Dataset entries:
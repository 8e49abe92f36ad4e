import { LessThan, MoreThan, type EntityManager, type EntitySchema } from 'typeorm';

/** One counted attempt (a failed sign-in, a reset-link request): who, from where, when. */
export interface AttemptRow {
  id: number;
  email: string;
  ip: string;
  attemptedAt: Date;
}

/**
 * A limit on attempts per e-mail + IP and per IP, counted in a MariaDB table so it holds across
 * several API processes. Within `windowMs`, at most `maxPerEmailAndIp` attempts for one e-mail
 * from one address and `maxPerIp` from one address over all e-mails.
 */
export interface AttemptLimits {
  windowMs: number;
  maxPerEmailAndIp: number;
  maxPerIp: number;
}

export type AttemptAllowance = { outcome: 'allowed' } | { outcome: 'limited'; retryAfterSeconds: number };

export async function checkAttemptAllowance(
  db: EntityManager,
  table: EntitySchema<AttemptRow>,
  limits: AttemptLimits,
  email: string,
  ip: string,
  now = new Date(),
): Promise<AttemptAllowance> {
  const repo = db.getRepository(table);
  const since = new Date(now.getTime() - limits.windowMs);
  const checks: Array<{ where: object; max: number }> = [
    { where: { email, ip, attemptedAt: MoreThan(since) }, max: limits.maxPerEmailAndIp },
    { where: { ip, attemptedAt: MoreThan(since) }, max: limits.maxPerIp },
  ];
  let retryAfterMs = 0;
  for (const { where, max } of checks) {
    const recent = await repo.find({ where, order: { attemptedAt: 'DESC' }, take: max, select: { attemptedAt: true } });
    if (recent.length >= max) {
      // The oldest of the last `max` attempts must leave the window before one more is allowed.
      const oldest = recent[recent.length - 1].attemptedAt.getTime();
      retryAfterMs = Math.max(retryAfterMs, oldest + limits.windowMs - now.getTime());
    }
  }
  return retryAfterMs > 0 ? { outcome: 'limited', retryAfterSeconds: Math.max(1, Math.ceil(retryAfterMs / 1000)) } : { outcome: 'allowed' };
}

export async function recordAttempt(
  db: EntityManager,
  table: EntitySchema<AttemptRow>,
  limits: AttemptLimits,
  email: string,
  ip: string,
  now = new Date(),
): Promise<void> {
  const repo = db.getRepository(table);
  await repo.insert({ email, ip, attemptedAt: now });
  // Keep the table small: forget attempts that left the window.
  await repo.delete({ attemptedAt: LessThan(new Date(now.getTime() - limits.windowMs)) });
}

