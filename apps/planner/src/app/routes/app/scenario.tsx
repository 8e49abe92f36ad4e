import { useParams } from 'react-router-dom';
import { ScenarioEditorPage } from '@/features/plans/scenarios';
import { useMe } from '@/lib/auth';
import { can } from '@/lib/authorization';
import NotFoundRoute from './not-found';
import { parseIdParam } from './parse-id-param';

export default function ScenarioRoute() {
  const me = useMe();
  const id = parseIdParam(useParams().scenarioId);
  if (id === null) return <NotFoundRoute />;
  return <ScenarioEditorPage key={id} scenarioId={id} canEdit={can(me.data?.role, 'write:plans')} />;
}
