import { describe, expect, it } from 'vitest';
import type { PlanningData, WorkCenter } from '@millrace/plan-model';
import { loadStatus, roughCutLoad } from '../src/home/rough-cut-load';

const pattern = (shiftsPerDay: number, hoursPerShift: number, daysPerWeek: number) => ({
  shiftsPerDay,
  hoursPerShift,
  daysPerWeek,
  shiftStarts: ['06:00', '14:00', '22:00'].slice(0, shiftsPerDay),
});
const wc = (code: string, shiftPattern: WorkCenter['shiftPattern'], efficiency = 1, exceptions: WorkCenter['exceptions'] = []): WorkCenter => ({
  code,
  name: code,
  efficiency,
  overtimeCapHoursPerWeek: null,
  overtimeCostPerHour: 0,
  shiftPattern,
  exceptions,
});

function data(workCenters: WorkCenter[], extra: Partial<PlanningData> = {}): PlanningData {
  return {
    plant: { name: 'Test plant', currency: 'EUR', weekStart: 'monday', maxWeeklyHours: 48, minDailyRestHours: 11, overtimePremium: 1.5 },
    weeks: [
      { index: 1, startDate: '2026-01-05' },
      { index: 2, startDate: '2026-01-12' },
    ],
    products: [],
    bom: [],
    routings: [],
    workCenters,
    materials: [],
    demand: [],
    ...extra,
  };
}
const product = (code: string) => ({ code, name: code, unit: 'pcs', kind: 'finished' as const, price: 1, safetyStock: 0, batchMultiple: 1, openingStock: 0, latePenalty: 0 });

describe('rough-cut load: available hours per work center', () => {
  it('when shift patterns are 1, 2 and 3 × 8 h × 5 days and 3 × 8 h × 7 days at full efficiency, then 40, 80, 120 and 168 hours are available', () => {
    // Shift patterns: 1 × 8 h × 5 days = 40 h; 2 shifts = 80 h; 3 shifts = 120 h; 24/7 = 168 h
    // (DOMAIN.md §3, common practice, no source).
    const summary = roughCutLoad(data([wc('ONE', pattern(1, 8, 5)), wc('TWO', pattern(2, 8, 5)), wc('THREE', pattern(3, 8, 5)), wc('ALLWEEK', pattern(3, 8, 7))]));
    expect(summary.workCenters.map((w) => w.cells[0].availableHours)).toEqual([40, 80, 120, 168]);
    expect(summary.workCenters.every((w) => w.cells.every((c) => c.status === 'within_capacity' && c.requiredHours === 0))).toBe(true);
  });

  it('when a week has a holiday, downtime, an extra shift or a lower efficiency, then available = shifts × hours × (days − holidays) × efficiency − downtime', () => {
    // 1 × 8 h × 5 days = 40 h (common practice, no source), then the model's formula (DESIGN.md):
    // one holiday → 1 × 8 × 4 = 32; 6 h downtime → 40 − 6 = 34; one extra shift → 2 × 8 × 5 = 80;
    // efficiency 0.85 → 40 × 0.85 = 34.
    const summary = roughCutLoad(
      data([
        wc('HOL', pattern(1, 8, 5), 1, [{ week: 1, holidayDays: 1 }]),
        wc('DOWN', pattern(1, 8, 5), 1, [{ week: 1, downtimeHours: 6 }]),
        wc('EXTRA', pattern(1, 8, 5), 1, [{ week: 1, extraShiftsPerDay: 1 }]),
        wc('EFF', pattern(1, 8, 5), 0.85),
      ]),
    );
    expect(summary.workCenters.map((w) => w.cells[0].availableHours)).toEqual([32, 34, 80, 34]);
    // the exceptions belong to week 1 only
    expect(summary.workCenters.map((w) => w.cells[1].availableHours)).toEqual([40, 40, 40, 34]);
  });
});

describe('rough-cut load: required hours and status', () => {
  it('when firm demand needs more hours than a 40-hour week holds, then the cell is over-loaded and the forecast shows only beside it', () => {
    const summary = roughCutLoad(
      data([wc('W1', pattern(1, 8, 5))], {
        products: [product('A')],
        routings: [{ product: 'A', sequence: 10, workCenter: 'W1', hoursPerUnit: 0.5, setupHours: 0 }],
        demand: [
          { product: 'A', week: 1, kind: 'firm', qty: 60, orderRef: 'O-1' },
          { product: 'A', week: 1, kind: 'firm', qty: 40, orderRef: 'O-2' },
          { product: 'A', week: 2, kind: 'firm', qty: 30, orderRef: 'O-3' },
          { product: 'A', week: 2, kind: 'forecast', qty: 100 },
        ],
      }),
    );
    const [week1, week2] = summary.workCenters[0].cells;
    // 100 units × 0.5 h = 50 h against 40 h
    expect(week1).toMatchObject({ requiredHours: 50, availableHours: 40, loadPct: 125, status: 'over_loaded' });
    // 30 × 0.5 = 15 h firm; with the forecast (30 + 100) × 0.5 = 65 h, but the status follows firm demand
    expect(week2).toMatchObject({ requiredHours: 15, requiredHoursWithForecast: 65, loadPct: 37.5, status: 'within_capacity' });
    expect(summary.overLoadedCells).toBe(1);
    expect(summary.firmDemand).toEqual([{ productCode: 'A', productName: 'A', unit: 'pcs', qtyByWeek: [100, 30] }]);
    expect(summary.firmUnitsByWeek).toEqual([100, 30]);
  });

  it('when a finished good uses a sub-assembly with scrap, then the sub-assembly load comes through the bill of materials', () => {
    // Component use per parent unit = qty per ÷ (1 − scrap) (Orlicky, MRP): 2 ÷ 0.8 = 2.5.
    const summary = roughCutLoad(
      data([wc('FIN', pattern(1, 8, 5)), wc('SUB', pattern(2, 8, 5))], {
        products: [product('F'), { ...product('S'), kind: 'subassembly' }, { ...product('S2'), kind: 'subassembly' }],
        bom: [
          { parent: 'F', componentProduct: 'S', qtyPer: 2, scrapPct: 20 },
          { parent: 'S', componentProduct: 'S2', qtyPer: 3, scrapPct: 0 },
        ],
        routings: [
          { product: 'F', sequence: 10, workCenter: 'FIN', hoursPerUnit: 1, setupHours: 0 },
          { product: 'S', sequence: 10, workCenter: 'SUB', hoursPerUnit: 1, setupHours: 0 },
          { product: 'S2', sequence: 10, workCenter: 'SUB', hoursPerUnit: 0.5, setupHours: 0 },
        ],
        demand: [{ product: 'F', week: 1, kind: 'firm', qty: 10 }],
      }),
    );
    // F: 10 h on FIN. S: 10 × 2.5 = 25 units → 25 h; S2: 25 × 3 = 75 units × 0.5 = 37.5 h; SUB total 62.5 h of 80.
    expect(summary.workCenters.map((w) => [w.code, w.cells[0].requiredHours])).toEqual([
      ['FIN', 10],
      ['SUB', 62.5],
    ]);
    // only finished demand is listed as firm demand
    expect(summary.firmDemand.map((r) => r.productCode)).toEqual(['F']);
  });

  it('when every working day of a week is a holiday but work is due, then the cell says no capacity', () => {
    const summary = roughCutLoad(
      data([wc('W1', pattern(1, 8, 5), 1, [{ week: 1, holidayDays: 5 }])], {
        products: [product('A')],
        routings: [{ product: 'A', sequence: 10, workCenter: 'W1', hoursPerUnit: 1, setupHours: 0 }],
        demand: [{ product: 'A', week: 1, kind: 'firm', qty: 1 }],
      }),
    );
    expect(summary.workCenters[0].cells[0]).toMatchObject({ availableHours: 0, requiredHours: 1, loadPct: null, status: 'no_capacity' });
  });

  it('when load equals the available hours exactly, then it is within capacity; a little more is over-loaded', () => {
    expect(loadStatus(40, 40)).toBe('within_capacity');
    expect(loadStatus(40.01, 40)).toBe('over_loaded');
    expect(loadStatus(0, 0)).toBe('within_capacity');
  });
});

Task prompt: Quote, with nothing altered, all lines from the start of the entries to the line that carries "object; max: number", inclusive.

Completed task:
repository 8e49abe92f36ad4e
import { LessThan, MoreThan, type EntityManager, type EntitySchema } from 'typeorm';

/** One counted attempt (a failed sign-in, a reset-link request): who, from where, when. */
export interface AttemptRow {
  id: number;
  email: string;
  ip: string;
  attemptedAt: Date;
}

/**
 * A limit on attempts per e-mail + IP and per IP, counted in a MariaDB table so it holds across
 * several API processes. Within `windowMs`, at most `maxPerEmailAndIp` attempts for one e-mail
 * from one address and `maxPerIp` from one address over all e-mails.
 */
export interface AttemptLimits {
  windowMs: number;
  maxPerEmailAndIp: number;
  maxPerIp: number;
}

export type AttemptAllowance = { outcome: 'allowed' } | { outcome: 'limited'; retryAfterSeconds: number };

export async function checkAttemptAllowance(
  db: EntityManager,
  table: EntitySchema<AttemptRow>,
  limits: AttemptLimits,
  email: string,
  ip: string,
  now = new Date(),
): Promise<AttemptAllowance> {
  const repo = db.getRepository(table);
  const since = new Date(now.getTime() - limits.windowMs);
  const checks: Array<{ where: object; max: number }> = [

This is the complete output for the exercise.